DATASET RECORDS —

--*--

/** Bolted faces, flanges of every type, wafer and welded valves, the studs they take, and what a spool weighs and holds. */
import { describe, expect, it } from "vitest";
import { buildModel, emptyMarks, weightKey, type Item, type TakeOutWord } from "@/iso";
import { RunBuilder } from "../../fixtures/run-builder";

const IN = 25.4;
const end: Item = { kind: "end", goes: "field-weld", text: "" };
const flange = (given: Partial<Extract<Item, { kind: "flange" }>> = {}): Item =>
  ({ kind: "flange", flange: "weld-neck", ratingClass: null, boltHoles: "straddle", gasketSide: "after", goes: "nozzle", text: "N1", ...given });
const valve = (given: Partial<Extract<Item, { kind: "valve" }>> = {}): Item =>
  ({ kind: "valve", valve: "gate", ends: "flanged", ratingClass: null, mating: "weld-neck", stem: null, faceToFaceMm: null, tag: "", ...given });
const model = (run: RunBuilder, words: readonly TakeOutWord[] = []) => buildModel(run.done(), emptyMarks(), words);
const cuts = (run: RunBuilder) => model(run).pieces.map((p) => p.cutLengthMm / IN);
const studs = (run: RunBuilder) => model(run).components.filter((c) => c.kind === "bolt-set").map((c) => [c.bolts!.count, c.bolts!.diameter, Math.round((c.bolts!.lengthMm! / IN) * 1000) / 1000]);
/** NPS 4 STD, gaps and gaskets 1/8 in: the builder's default line. */
const line = () => new RunBuilder("T").start(end);

describe("flanges", () => {
  it("a pair within a run takes eight 5/8 x 3 1/2 studs of class 150, by the table (B16.5)", () => {
    expect(studs(line().go("E", `4'`, flange()).go("E", `4'`, end))).toEqual([[8, "5/8", 3.5]]);
  });

  it("class 900 adds the 1/4 face to its hub: face to end 48 leaves 48 - 4 1/2 - 1/4 - 1/8 (B16.5)", () => {
    expect(cuts(line().go("E", `4'`, flange({ ratingClass: 900 })))[0]).toBeCloseTo(48 - 4.5 - 0.25 - 0.125, 9);
  });

  it("a threaded flange lets the pipe in by the thread: 48 - 1 5/16 hub + 1.094 engagement (B16.5; B1.20.1 L1 + L3, from memory)", () => {
    const built = model(line().go("E", `4'`, flange({ flange: "threaded" })));
    expect(built.pieces[0]!.cutLengthMm / IN).toBeCloseTo(48 - 1.3125 + 1.094, 9);
    expect(built.pieces[0]!.ends[1].prep).toBe("thread");
    expect(built.joints.find((j) => j.kind === "threaded")!.number).toBeNull();
  });

  it("a lap joint is a stub end welded to the pipe and a loose flange: 48 - 6 - 1/8 (B16.9 long pattern); short 3 (MSS SP-43)", () => {
    const built = model(line().go("E", `4'`, flange({ flange: "lap-joint" })));
    expect(built.pieces[0]!.cutLengthMm / IN).toBeCloseTo(48 - 6 - 0.125, 9);
    expect(built.components.map((c) => c.kind)).toEqual(["flange-lap-joint", "stub-end"]);
    expect(built.components.every((c) => c.spool === "A")).toBe(true);
    expect(cuts(line().go("E", `4'`, flange({ flange: "lap-joint", stubEnd: "short" })))[0]).toBeCloseTo(48 - 3 - 0.125, 9);
  });

  it("studs of a lap-joint pair change by its laps, rounded up to 1/4 in and marked computed (common practice)", () => {
    const set = model(line().go("E", `4'`, flange({ flange: "lap-joint" })).go("E", `4'`, end)).components.find((c) => c.kind === "bolt-set")!;
    // 3 1/2 + 2 x (0.237 wall - 1/16 face) = 3.849, so 4.
    expect(set.bolts!.lengthMm! / IN).toBeCloseTo(4, 9);
    expect([set.description, set.source]).toEqual([expect.stringContaining("computed"), expect.stringContaining("stub end")]);
  });

  it("a face's own gasket enters the cut and the studs", () => {
    const wide = line().go("E", `4'`, flange({ gasketMm: 0.5 * IN })).go("E", `4'`, end);
    expect(cuts(wide)[1]).toBeCloseTo(48 - 0.5 - 3 - 0.125, 9);
    expect(studs(wide)).toEqual([[8, "5/8", 4]]);
  });

  it("turned bolt holes are on the part; straddling ones say nothing", () => {
    const turn = { turnDeg: 22.5, from: "E" } as const;
    expect(model(line().go("E", `4'`, flange({ boltHoles: turn }))).components[0]!.boltTurn).toEqual(turn);
    expect(model(line().go("E", `4'`, flange())).components[0]!.boltTurn ?? null).toBeNull();
  });

  it("studs change no content key, and stand once in the list with their number", () => {
    const built = model(line().go("E", `4'`, flange()).go("E", `4'`, end));
    expect(built.spools[0]!.content).not.toContain("bolt-set");
    const row = built.spools[0]!.materials.find((r) => r.description.startsWith("Stud bolt"))!;
    expect([row.quantity, row.size, row.refs]).toEqual([8, "5/8 x 3 1/2 in", ["p2.bolts"]]);
  });
});

describe("valves", () => {
  it("a wafer butterfly is passed by one set of studs: 3 1/2 + 2 1/16 + 1/8, up to 5 3/4 (B16.5, API 609 from memory)", () => {
    expect(studs(line().go("E", `4'`, valve({ valve: "butterfly" })).go("E", `4'`, end))).toEqual([[8, "5/8", 5.75]]);
    expect(cuts(line().go("E", `4'`, valve({ valve: "butterfly" })).go("E", `4'`, end))[0]).toBeCloseTo(48 - 2.0625 / 2 - 0.125 - 3 - 0.125, 9);
  });

  it("a butt-weld gate of class 150 is 12 long, longer than the flanged one (B16.10, from memory)", () => {
    expect(cuts(line().go("E", `4'`, valve({ ends: "butt" })).go("E", `4'`, end))[0]).toBeCloseTo(48 - 6 - 0.125, 9);
  });

  it("a threaded valve has no common table: missing stops the line until the shop measures one", () => {
    const run = () => line().go("E", `4'`, valve({ ends: "threaded" })).go("E", `4'`, end);
    expect(model(run()).problems.some((p) => p.code === "take-out-missing" && p.severity === "stop")).toBe(true);
    const key = "valve:gate:150:4:threaded";
    const own = model(run(), [{ key, valueMm: 7 * IN, by: "D. Okafor", at: "2026-03-02" }]);
    expect(own.problems.some((p) => p.code === "take-out-missing")).toBe(false);
    expect(own.pieces[0]!.cutLengthMm / IN).toBeCloseTo(48 - 3.5 + 1.094, 9);
  });
});

describe("what a spool weighs and holds", () => {
  it("pipe by its formula, water and surface by its diameters (NPS 4 STD: 10.79 lb/ft, bore 4.026 in)", () => {
    const spool = model(line().go("E", `10'`, end)).spools[0]!;
    const feet = model(line().go("E", `10'`, end)).pieces[0]!.cutLengthMm / 304.8;
    expect(spool.weightKg / 0.45359237).toBeCloseTo(10.79 * feet, 0);
    expect(spool.volumeL!).toBeCloseTo((Math.PI / 4) * (4.026 * IN) ** 2 * feet * 304.8 / 1e6, 6);
    expect(spool.filledKg!).toBeCloseTo(spool.weightKg + spool.volumeL!, 9);
    expect(spool.paintM2!).toBeCloseTo(Math.PI * 4.5 * IN * feet * 304.8 / 1e6, 6);
  });

  it("a valve is not weighed until the shop says, with the shop named as the source", () => {
    const run = () => line().go("E", `4'`, valve()).go("E", `4'`, end);
    expect(model(run()).spools[0]!.unweighed).toBe(1);
    const key = weightKey("valve-gate-flanged:150:4");
    const weighed = model(run(), [{ key, valueMm: 54, by: "D. Okafor", at: "2026-03-02" }]);
    expect(weighed.spools[0]!.unweighed).toBe(0);
    expect(weighed.components.find((c) => c.kind === "valve")).toMatchObject({ weightKg: 54, weightSource: "weighed by the shop" });
  });

  it("an elbow balances on its arc: R·sin(45°)/45° from the bend centre (geometry)", () => {
    const built = model(new RunBuilder("T").start(end).go("E", `6'`).go("N", `6'`, end));
    const elbow = built.components[0]!;
    const alone = built.spools[0]!;
    const pieces = built.pieces.reduce((sum, p) => sum + p.weightKg! * (p.start[0] + p.end[0]) / 2, 0);
    const at = (alone.centreOfGravity![0] * alone.weightKg - pieces) / elbow.weightKg!;
    expect(at).toBeCloseTo(elbow.centre[0] - 6 * IN + (6 * IN * Math.sin(Math.PI / 4)) / (Math.PI / 4) * Math.cos(Math.PI / 4), 6);
  });
});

--*--

WORK INSTRUCTION — Take the lines above from the one containing "const row = built.spools[0]!.materials.find((r)" down to the one containing "expect(spool.weightKg / 0.45359237).toBeCloseTo(10.79", and transcribe them exactly, both ends included.

EXERCISE SOLUTION —
    const row = built.spools[0]!.materials.find((r) => r.description.startsWith("Stud bolt"))!;
    expect([row.quantity, row.size, row.refs]).toEqual([8, "5/8 x 3 1/2 in", ["p2.bolts"]]);
  });
});

describe("valves", () => {
  it("a wafer butterfly is passed by one set of studs: 3 1/2 + 2 1/16 + 1/8, up to 5 3/4 (B16.5, API 609 from memory)", () => {
    expect(studs(line().go("E", `4'`, valve({ valve: "butterfly" })).go("E", `4'`, end))).toEqual([[8, "5/8", 5.75]]);
    expect(cuts(line().go("E", `4'`, valve({ valve: "butterfly" })).go("E", `4'`, end))[0]).toBeCloseTo(48 - 2.0625 / 2 - 0.125 - 3 - 0.125, 9);
  });

  it("a butt-weld gate of class 150 is 12 long, longer than the flanged one (B16.10, from memory)", () => {
    expect(cuts(line().go("E", `4'`, valve({ ends: "butt" })).go("E", `4'`, end))[0]).toBeCloseTo(48 - 6 - 0.125, 9);
  });

  it("a threaded valve has no common table: missing stops the line until the shop measures one", () => {
    const run = () => line().go("E", `4'`, valve({ ends: "threaded" })).go("E", `4'`, end);
    expect(model(run()).problems.some((p) => p.code === "take-out-missing" && p.severity === "stop")).toBe(true);
    const key = "valve:gate:150:4:threaded";
    const own = model(run(), [{ key, valueMm: 7 * IN, by: "D. Okafor", at: "2026-03-02" }]);
    expect(own.problems.some((p) => p.code === "take-out-missing")).toBe(false);
    expect(own.pieces[0]!.cutLengthMm / IN).toBeCloseTo(48 - 3.5 + 1.094, 9);
  });
});

describe("what a spool weighs and holds", () => {
  it("pipe by its formula, water and surface by its diameters (NPS 4 STD: 10.79 lb/ft, bore 4.026 in)", () => {
    const spool = model(line().go("E", `10'`, end)).spools[0]!;
    const feet = model(line().go("E", `10'`, end)).pieces[0]!.cutLengthMm / 304.8;
    expect(spool.weightKg / 0.45359237).toBeCloseTo(10.79 * feet, 0);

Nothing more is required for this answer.